Reduced Galactosylation of Autoreactive IgG as Driver of Pemphigoid Diseases

Autoreactive IgG antibodies (AAb) drive tissue inflammation and skin blistering in PD. In addition to the IgG isotype, the composition of the biantennary IgG Fc glycan structure determines the inflammatory potential of autoreactive IgGs. The emerging paradigm is that IgG Fc-glycan structures terminating with a galactosyl residue counteract inflammation, whereas agalactosylated IgG drive inflammation. In young healthy adults, 20-25% of total serum IgG Fc-glycans are agalactosylated. This proportion increases with age and under certain inflammatory conditions such as rheumatoid arthritis (RA). In accordance with such findings, our preliminary data indicate a higher frequency of antigen-specific agalactosylated IgG in PD patients in comparison to total IgG of age-matched controls. AAb accumulation precedes skin inflammation suggesting that the reduction in terminal AAb galactosylation promotes the progression of silent into clinically active PD. The kinetic and the mechanisms shifting Fc-glycan composition remain elusive. β1,4-galactosyl-transferase (β1,4Gal-T) is the key enzyme of IgG galactosylation. It is regulated on transcriptional and posttranscriptional levels. In RA flares and in arthritis-prone mouse strains, β1,4Gal-T activity is decreased supporting the view that understanding β1,4Gal-T regulation is key to decipher the switch from silent to clinically overt disease.
We have recently shown that administration of highly galactosylated IgG1 immune complexes (HiGal IC) prevent disease in the AAb transfer EBA model through a novel, anti-inflammatory pathway. Mechanistically, HiGal ICs associate the inhibitory FcγRIIB and Dectin-1 on PMNs, thus suppressing signaling of chemoattractant G-Protein-coupled receptors (GPCRs). Recent data suggest that activation of the FcγRIIB/Dectin-1 pathway in dendritic cells (DC) promotes the generation of regulatory T (Treg) cells. Such Tregs have the potential to suppress CD4+ T effector cells and thus the generation of autoreactive plasma cells producing agalactosylated AAbs. Notably, Tregs also counteract skin inflammation in PD at the effector cell level (see Project 6) suggesting that induction of Tregs may serve as an additional mechanism by which galactosylated AAbs counteract PD. We hypothesize that reduction in IgG AAb galactosylation drives skin inflammation in PD patients and that this reduction is due to diminished activity of β1,4Gal-T. We propose that restoring β1,4Gal-T activity is a promising therapeutic strategy to suppress skin inflammation in PD. Further, we propose that galactosylated AAbs prevent inflammation by promoting differentiation of protective Treg cells, which, among other properties, preserve β1,4Gal-T activity.

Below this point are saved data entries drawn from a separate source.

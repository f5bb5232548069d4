package material

import "workheat/network/element"

// greyIronFactor brings the mean capacity of iron over 20 to 200 degC to 492.93 J/(kg K), the mean of the
// three single values seen for grey iron: 490 (ISO 250, an open data sheet), 490 (ASTM 40, as used in
// published student scripts) and 498.8 (Adamowicz, from his diffusivity). Data sheets give the mean over
// 20 to 200 degC as a rule.
const greyIronFactor = 1.018778

// greyIronConductivity is k of EN-GJL-250 after EN 1561 Annex A, W/(m K) over degC, from memory.
var greyIronConductivity = [][2]float64{{100, 48.5}, {200, 47.5}, {300, 46.5}, {400, 45.0}, {500, 44.5}}

func greyIron() *element.Material {
	k := make([]float64, len(greyIronConductivity))
	at := make([]float64, len(greyIronConductivity))
	for i, row := range greyIronConductivity {
		at[i], k[i] = row[0], row[1]
	}
	return &element.Material{
		Name:  "grey iron",
		About: "flake-graphite cast iron of brake discs and drums, about EN-GJL-250",
		Source: "c: NIST WebBook iron (Chase 1998, Shomate form to 700 K, rows above) times 1.0188, so that the mean over 20 to 200 degC is that of " +
			"single values from an ISO 250 data sheet (490), ASTM 40 (490) and Adamowicz (498.8 J/(kg K)); " +
			"k: EN 1561 Annex A, EN-GJL-250, from memory; density: data sheet of grade 150, and EN 1561 from memory",
		Density:      7200,
		Capacity:     element.MustCurve(likeIron(greyIronFactor)),
		Conductivity: element.MustCurve(kelvin(at), k),
		Low:          ironLow,
		High:         ironHigh,
		Limits: []element.Limit{
			{Name: "iron anneals", Temperature: 649 + zeroCelsius, Source: "trade advice for racing discs, 1200 degF in the bulk"},
		},
		Doubtful: "c(T) is that of pure iron scaled to single data-sheet values; it lies 7 to 9 % above the means of " +
			"EN 1561 (460 over 20-200 degC, 535 over 20-600 degC, from memory), which give hotter discs. " +
			"k is from memory and grades differ: data sheets and papers give 46 to 53 W/(m K) near 20 degC",
	}
}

We expect that reduced β1,4Gal-T activity and consequently decreased frequency of AAb galactosylation coincides with the development of skin inflammation. Thus, the frequency of circulating agalactosylated AAb, β1,4Gal-T activity in B cells or plasma cells, and mediators suppressing β1,4Gal-T activity may serve as novel biomarkers in PD that predict upcoming flares of tissue inflammation. Such biomarkers may help to prevent disease development by early, rational therapeutic intervention. This may include administration or induction of antigen-specific HiGal AAbs or neutralization of mediators suppressing β1,4Gal-T activity.